### Exercise goal:
For the entries that follow, restate word for word the line containing "filename tests/unit/trace/trace-chunk.test.ts", the line containing "describe('traceChunk(pkg, chunkIndex, rays, seed, tally)', ()", and every line that lies between them.
====== Recorded information ======
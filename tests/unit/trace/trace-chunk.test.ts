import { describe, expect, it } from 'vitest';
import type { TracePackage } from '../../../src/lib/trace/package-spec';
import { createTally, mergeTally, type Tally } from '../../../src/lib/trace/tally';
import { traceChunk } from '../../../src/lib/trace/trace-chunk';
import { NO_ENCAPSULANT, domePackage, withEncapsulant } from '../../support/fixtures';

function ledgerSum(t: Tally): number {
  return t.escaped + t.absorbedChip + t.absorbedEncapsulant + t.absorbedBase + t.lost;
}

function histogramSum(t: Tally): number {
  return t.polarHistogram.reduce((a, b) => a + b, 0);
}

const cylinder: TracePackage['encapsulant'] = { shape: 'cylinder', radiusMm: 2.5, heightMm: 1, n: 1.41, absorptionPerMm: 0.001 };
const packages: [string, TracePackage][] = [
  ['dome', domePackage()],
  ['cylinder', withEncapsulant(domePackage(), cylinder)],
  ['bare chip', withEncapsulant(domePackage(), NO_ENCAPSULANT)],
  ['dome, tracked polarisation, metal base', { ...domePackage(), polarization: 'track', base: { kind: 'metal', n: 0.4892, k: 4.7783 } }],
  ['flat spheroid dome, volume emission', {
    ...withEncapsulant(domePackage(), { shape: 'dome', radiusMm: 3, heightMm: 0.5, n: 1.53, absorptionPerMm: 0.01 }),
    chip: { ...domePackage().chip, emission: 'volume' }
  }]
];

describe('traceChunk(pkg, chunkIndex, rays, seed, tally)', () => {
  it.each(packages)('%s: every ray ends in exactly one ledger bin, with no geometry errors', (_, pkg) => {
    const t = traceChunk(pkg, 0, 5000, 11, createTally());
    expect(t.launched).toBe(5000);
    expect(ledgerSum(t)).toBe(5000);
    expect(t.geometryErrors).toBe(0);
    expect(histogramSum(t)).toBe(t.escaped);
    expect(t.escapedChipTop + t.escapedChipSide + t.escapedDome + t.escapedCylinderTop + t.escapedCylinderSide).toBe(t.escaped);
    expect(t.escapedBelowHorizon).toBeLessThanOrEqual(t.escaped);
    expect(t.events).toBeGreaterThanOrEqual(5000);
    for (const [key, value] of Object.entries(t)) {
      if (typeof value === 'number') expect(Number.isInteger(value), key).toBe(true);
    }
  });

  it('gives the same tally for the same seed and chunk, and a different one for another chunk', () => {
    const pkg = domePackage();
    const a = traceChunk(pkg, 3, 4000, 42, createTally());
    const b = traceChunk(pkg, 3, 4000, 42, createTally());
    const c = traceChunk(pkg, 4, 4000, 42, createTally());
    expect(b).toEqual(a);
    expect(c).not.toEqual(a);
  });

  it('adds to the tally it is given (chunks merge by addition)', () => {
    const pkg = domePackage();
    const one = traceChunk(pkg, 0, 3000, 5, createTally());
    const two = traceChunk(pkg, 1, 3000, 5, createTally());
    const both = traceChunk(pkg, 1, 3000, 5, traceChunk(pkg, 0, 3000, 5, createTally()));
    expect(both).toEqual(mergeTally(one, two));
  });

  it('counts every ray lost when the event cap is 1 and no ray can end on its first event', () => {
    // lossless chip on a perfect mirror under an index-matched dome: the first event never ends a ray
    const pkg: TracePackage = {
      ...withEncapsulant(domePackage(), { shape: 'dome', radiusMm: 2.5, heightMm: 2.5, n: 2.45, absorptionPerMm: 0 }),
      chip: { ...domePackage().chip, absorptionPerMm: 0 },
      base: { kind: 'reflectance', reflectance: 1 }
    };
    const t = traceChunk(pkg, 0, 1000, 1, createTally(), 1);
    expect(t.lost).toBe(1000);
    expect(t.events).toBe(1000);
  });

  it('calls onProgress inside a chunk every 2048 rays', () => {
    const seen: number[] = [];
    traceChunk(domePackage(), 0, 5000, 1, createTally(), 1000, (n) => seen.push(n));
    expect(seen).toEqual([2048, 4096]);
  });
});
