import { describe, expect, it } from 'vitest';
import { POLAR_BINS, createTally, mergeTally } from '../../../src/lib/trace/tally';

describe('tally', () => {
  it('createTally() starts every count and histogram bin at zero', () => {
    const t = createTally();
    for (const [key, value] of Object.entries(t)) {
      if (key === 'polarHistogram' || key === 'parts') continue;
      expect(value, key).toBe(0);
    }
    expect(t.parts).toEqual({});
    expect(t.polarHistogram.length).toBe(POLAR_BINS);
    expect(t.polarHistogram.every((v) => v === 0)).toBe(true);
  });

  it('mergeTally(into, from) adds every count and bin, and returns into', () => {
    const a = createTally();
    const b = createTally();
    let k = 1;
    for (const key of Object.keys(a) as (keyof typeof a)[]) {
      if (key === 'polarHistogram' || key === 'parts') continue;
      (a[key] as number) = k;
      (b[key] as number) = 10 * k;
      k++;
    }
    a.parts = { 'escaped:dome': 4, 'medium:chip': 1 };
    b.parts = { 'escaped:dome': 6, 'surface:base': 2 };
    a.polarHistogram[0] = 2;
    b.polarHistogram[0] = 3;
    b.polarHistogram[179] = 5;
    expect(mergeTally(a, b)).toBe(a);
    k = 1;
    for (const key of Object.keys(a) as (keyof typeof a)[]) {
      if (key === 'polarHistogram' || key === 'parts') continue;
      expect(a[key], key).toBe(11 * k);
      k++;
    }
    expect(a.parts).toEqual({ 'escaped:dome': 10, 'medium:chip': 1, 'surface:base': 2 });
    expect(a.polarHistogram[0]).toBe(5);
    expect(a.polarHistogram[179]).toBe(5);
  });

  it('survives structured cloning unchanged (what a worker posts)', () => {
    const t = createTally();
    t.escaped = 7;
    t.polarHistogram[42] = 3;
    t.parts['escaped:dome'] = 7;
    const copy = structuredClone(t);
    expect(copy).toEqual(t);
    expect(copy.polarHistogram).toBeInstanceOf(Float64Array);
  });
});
======
====== Recorded information ======
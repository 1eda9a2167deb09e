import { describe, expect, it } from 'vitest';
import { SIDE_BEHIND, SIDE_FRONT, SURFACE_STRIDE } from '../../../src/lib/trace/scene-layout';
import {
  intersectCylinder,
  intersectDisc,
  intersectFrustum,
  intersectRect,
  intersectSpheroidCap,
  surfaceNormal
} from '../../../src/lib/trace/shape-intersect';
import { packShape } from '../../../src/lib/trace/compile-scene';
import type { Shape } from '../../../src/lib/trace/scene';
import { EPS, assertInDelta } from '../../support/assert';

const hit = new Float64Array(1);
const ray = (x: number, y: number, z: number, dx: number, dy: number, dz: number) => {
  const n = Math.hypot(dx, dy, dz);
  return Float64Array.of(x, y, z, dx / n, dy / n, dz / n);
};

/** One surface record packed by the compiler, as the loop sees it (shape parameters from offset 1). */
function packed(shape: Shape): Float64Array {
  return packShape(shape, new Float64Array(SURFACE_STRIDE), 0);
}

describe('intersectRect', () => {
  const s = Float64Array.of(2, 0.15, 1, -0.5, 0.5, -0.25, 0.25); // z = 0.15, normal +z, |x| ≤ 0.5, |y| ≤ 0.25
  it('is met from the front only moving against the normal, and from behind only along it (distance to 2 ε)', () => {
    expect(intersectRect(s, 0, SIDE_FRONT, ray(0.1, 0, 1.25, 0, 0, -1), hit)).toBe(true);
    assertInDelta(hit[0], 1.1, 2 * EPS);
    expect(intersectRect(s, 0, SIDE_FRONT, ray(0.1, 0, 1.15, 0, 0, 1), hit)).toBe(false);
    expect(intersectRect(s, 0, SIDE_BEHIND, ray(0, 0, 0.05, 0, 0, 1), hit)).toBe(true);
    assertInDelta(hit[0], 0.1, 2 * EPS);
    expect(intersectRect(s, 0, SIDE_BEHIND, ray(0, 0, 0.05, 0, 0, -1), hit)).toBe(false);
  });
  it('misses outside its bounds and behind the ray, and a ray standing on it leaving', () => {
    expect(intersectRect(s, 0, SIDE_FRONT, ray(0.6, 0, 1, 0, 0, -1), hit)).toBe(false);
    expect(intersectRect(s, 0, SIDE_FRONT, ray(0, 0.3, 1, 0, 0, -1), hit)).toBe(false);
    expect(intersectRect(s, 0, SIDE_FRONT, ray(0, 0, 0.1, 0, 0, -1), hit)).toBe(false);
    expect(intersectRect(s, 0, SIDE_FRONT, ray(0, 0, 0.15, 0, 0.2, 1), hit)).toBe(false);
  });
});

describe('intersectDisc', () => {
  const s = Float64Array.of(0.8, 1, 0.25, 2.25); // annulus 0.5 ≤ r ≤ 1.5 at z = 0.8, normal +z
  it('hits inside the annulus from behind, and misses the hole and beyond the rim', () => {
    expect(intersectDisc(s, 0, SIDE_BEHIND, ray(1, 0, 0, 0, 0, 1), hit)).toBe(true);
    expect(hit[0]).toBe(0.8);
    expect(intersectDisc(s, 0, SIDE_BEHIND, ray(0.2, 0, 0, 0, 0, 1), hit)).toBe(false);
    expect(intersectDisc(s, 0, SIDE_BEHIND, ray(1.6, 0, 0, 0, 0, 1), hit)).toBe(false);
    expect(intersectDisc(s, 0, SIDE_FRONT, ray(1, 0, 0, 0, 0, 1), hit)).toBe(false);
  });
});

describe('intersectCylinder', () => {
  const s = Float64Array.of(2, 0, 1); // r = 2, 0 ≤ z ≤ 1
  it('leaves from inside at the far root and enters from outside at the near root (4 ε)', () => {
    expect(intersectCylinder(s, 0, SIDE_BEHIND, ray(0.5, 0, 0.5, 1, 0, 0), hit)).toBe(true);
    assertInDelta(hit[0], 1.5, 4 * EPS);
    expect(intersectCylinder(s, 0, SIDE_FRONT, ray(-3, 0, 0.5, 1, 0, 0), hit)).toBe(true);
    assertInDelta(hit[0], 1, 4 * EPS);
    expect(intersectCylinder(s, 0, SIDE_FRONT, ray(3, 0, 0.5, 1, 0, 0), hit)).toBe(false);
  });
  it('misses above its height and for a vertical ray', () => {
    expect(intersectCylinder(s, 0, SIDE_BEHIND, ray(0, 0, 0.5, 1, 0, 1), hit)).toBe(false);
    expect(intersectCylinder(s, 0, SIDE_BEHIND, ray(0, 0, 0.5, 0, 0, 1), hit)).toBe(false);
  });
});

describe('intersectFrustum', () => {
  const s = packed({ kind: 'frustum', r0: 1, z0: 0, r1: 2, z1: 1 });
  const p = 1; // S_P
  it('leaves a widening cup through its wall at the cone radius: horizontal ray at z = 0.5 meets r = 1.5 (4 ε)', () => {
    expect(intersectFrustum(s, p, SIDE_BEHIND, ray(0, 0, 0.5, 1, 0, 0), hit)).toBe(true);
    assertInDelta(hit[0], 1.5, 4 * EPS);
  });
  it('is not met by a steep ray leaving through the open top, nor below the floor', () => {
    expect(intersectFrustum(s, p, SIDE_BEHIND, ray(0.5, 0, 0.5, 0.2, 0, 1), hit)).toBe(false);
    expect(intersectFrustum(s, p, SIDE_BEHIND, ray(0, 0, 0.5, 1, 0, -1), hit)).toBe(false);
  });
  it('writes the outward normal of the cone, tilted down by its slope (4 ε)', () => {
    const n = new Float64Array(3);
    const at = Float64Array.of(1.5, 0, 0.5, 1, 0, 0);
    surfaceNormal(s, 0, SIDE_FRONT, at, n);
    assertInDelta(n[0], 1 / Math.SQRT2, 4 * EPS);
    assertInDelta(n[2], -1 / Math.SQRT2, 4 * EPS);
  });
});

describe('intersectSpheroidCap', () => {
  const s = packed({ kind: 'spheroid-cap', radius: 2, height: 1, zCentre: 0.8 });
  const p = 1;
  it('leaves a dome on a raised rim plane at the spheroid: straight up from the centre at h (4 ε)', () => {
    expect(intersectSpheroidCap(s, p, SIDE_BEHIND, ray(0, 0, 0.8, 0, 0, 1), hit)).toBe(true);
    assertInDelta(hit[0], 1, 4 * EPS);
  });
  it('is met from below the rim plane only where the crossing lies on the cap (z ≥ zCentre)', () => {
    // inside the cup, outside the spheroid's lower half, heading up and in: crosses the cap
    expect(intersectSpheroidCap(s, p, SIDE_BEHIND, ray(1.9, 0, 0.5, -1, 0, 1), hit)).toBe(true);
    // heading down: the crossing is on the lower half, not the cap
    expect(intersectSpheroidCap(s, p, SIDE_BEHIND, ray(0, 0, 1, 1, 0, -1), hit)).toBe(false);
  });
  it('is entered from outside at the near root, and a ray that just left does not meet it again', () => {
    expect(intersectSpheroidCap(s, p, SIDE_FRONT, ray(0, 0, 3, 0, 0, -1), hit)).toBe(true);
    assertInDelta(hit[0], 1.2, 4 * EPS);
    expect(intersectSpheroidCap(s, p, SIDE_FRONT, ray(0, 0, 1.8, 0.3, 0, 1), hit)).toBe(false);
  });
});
======
====== Recorded information ======
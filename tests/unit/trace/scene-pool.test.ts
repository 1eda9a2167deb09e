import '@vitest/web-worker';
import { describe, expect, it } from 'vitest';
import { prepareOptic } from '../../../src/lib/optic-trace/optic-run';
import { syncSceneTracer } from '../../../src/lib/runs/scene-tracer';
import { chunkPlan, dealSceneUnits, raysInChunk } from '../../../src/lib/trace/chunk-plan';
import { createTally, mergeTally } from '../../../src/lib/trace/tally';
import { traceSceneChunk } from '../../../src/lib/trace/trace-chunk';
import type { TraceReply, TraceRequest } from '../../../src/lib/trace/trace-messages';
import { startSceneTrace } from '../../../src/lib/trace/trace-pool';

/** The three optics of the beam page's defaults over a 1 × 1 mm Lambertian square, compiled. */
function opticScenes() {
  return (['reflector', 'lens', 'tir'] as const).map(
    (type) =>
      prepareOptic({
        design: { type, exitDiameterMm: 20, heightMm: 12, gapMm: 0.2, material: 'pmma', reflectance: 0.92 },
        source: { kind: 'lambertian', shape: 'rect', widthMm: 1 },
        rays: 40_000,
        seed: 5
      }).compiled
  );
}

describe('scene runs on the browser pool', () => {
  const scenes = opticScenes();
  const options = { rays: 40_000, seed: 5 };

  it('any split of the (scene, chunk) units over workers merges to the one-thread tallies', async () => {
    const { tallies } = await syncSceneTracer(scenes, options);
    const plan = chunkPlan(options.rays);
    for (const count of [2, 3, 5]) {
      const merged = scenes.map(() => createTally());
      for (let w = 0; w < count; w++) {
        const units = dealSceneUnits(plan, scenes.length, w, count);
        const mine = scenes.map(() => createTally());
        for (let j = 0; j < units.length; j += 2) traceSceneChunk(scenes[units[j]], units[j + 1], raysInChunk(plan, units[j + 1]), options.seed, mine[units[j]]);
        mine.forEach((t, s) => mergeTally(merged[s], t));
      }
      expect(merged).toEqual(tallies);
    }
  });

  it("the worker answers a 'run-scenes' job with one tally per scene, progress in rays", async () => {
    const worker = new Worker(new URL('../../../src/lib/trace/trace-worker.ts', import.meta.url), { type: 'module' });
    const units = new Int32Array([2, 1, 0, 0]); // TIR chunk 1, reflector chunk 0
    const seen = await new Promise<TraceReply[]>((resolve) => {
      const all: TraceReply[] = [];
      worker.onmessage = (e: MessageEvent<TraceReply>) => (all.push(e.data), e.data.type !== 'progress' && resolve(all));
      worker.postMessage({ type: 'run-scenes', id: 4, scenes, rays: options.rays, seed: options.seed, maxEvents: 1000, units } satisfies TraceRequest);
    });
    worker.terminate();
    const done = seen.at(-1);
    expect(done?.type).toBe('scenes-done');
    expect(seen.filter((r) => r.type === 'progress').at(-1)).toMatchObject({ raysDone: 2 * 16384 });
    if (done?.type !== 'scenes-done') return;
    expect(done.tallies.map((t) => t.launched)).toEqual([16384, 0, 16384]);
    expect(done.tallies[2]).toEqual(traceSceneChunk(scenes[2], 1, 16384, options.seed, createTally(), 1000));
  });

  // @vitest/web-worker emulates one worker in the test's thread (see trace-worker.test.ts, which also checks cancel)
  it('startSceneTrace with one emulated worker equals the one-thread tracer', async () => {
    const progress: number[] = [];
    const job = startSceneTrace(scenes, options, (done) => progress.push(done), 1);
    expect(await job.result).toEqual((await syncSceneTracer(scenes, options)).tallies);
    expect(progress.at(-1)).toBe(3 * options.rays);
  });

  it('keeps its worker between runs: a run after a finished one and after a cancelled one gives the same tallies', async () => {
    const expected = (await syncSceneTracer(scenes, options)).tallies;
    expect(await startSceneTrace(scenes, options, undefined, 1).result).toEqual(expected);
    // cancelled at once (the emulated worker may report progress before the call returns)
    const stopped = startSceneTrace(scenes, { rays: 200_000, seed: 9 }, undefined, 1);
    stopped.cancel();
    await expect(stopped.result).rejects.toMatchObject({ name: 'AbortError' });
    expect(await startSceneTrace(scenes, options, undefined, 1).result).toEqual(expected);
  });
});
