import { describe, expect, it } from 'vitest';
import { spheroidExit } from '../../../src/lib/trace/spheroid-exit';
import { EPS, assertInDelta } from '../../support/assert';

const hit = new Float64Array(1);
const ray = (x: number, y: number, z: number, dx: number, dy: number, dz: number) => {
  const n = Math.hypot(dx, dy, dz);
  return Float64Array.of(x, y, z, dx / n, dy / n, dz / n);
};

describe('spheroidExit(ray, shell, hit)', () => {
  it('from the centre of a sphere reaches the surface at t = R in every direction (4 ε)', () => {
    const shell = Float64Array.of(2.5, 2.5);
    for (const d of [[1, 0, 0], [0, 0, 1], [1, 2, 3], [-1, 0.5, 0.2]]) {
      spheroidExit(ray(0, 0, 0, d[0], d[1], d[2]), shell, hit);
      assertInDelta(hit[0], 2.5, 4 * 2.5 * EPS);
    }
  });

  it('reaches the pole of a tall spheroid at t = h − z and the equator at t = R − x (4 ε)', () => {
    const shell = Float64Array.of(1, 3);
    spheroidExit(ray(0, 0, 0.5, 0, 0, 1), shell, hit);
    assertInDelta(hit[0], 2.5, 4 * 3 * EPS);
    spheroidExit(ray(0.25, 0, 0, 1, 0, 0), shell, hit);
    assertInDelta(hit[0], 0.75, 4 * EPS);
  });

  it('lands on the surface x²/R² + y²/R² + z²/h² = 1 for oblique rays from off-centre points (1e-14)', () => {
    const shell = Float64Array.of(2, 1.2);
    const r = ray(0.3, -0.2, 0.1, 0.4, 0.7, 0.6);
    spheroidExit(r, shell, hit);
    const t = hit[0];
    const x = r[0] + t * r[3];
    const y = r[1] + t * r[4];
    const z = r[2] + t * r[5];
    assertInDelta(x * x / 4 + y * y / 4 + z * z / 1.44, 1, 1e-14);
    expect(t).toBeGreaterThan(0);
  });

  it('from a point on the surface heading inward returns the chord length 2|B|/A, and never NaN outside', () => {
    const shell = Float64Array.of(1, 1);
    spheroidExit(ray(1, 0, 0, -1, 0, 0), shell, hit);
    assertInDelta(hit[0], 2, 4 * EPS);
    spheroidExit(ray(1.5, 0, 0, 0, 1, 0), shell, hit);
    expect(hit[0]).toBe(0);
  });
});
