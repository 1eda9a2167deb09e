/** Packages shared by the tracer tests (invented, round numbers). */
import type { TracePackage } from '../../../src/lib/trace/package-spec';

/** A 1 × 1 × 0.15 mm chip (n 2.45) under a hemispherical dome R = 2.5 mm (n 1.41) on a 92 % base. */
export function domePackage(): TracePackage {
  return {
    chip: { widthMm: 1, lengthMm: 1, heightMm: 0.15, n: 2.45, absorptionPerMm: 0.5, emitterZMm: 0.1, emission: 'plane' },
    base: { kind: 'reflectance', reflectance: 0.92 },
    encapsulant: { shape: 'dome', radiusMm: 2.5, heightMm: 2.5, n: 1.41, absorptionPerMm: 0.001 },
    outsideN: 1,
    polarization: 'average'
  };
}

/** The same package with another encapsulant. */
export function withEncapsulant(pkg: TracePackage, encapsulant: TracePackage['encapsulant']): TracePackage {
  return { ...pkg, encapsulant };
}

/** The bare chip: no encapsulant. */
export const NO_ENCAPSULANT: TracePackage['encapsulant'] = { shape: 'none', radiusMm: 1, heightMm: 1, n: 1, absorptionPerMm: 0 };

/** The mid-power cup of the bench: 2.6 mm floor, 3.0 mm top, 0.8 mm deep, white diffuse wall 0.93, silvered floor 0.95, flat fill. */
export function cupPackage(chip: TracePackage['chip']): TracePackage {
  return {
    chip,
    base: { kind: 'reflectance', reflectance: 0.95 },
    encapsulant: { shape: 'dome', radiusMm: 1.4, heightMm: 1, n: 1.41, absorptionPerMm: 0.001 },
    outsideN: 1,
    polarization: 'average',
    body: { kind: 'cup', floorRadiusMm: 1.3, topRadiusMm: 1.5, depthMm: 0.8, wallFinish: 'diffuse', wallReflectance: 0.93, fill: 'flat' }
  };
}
======
### Task solution:
filename tests/unit/trace/trace-chunk.test.ts
import { describe, expect, it } from 'vitest';
import type { TracePackage } from '../../../src/lib/trace/package-spec';
import { createTally, mergeTally, type Tally } from '../../../src/lib/trace/tally';
import { traceChunk } from '../../../src/lib/trace/trace-chunk';
import { NO_ENCAPSULANT, domePackage, withEncapsulant } from '../../support/fixtures';

function ledgerSum(t: Tally): number {
  return t.escaped + t.absorbedChip + t.absorbedEncapsulant + t.absorbedBase + t.lost;
}

function histogramSum(t: Tally): number {
  return t.polarHistogram.reduce((a, b) => a + b, 0);
}

const cylinder: TracePackage['encapsulant'] = { shape: 'cylinder', radiusMm: 2.5, heightMm: 1, n: 1.41, absorptionPerMm: 0.001 };
const packages: [string, TracePackage][] = [
  ['dome', domePackage()],
  ['cylinder', withEncapsulant(domePackage(), cylinder)],
  ['bare chip', withEncapsulant(domePackage(), NO_ENCAPSULANT)],
  ['dome, tracked polarisation, metal base', { ...domePackage(), polarization: 'track', base: { kind: 'metal', n: 0.4892, k: 4.7783 } }],
  ['flat spheroid dome, volume emission', {
    ...withEncapsulant(domePackage(), { shape: 'dome', radiusMm: 3, heightMm: 0.5, n: 1.53, absorptionPerMm: 0.01 }),
    chip: { ...domePackage().chip, emission: 'volume' }
  }]
];

describe('traceChunk(pkg, chunkIndex, rays, seed, tally)', () => {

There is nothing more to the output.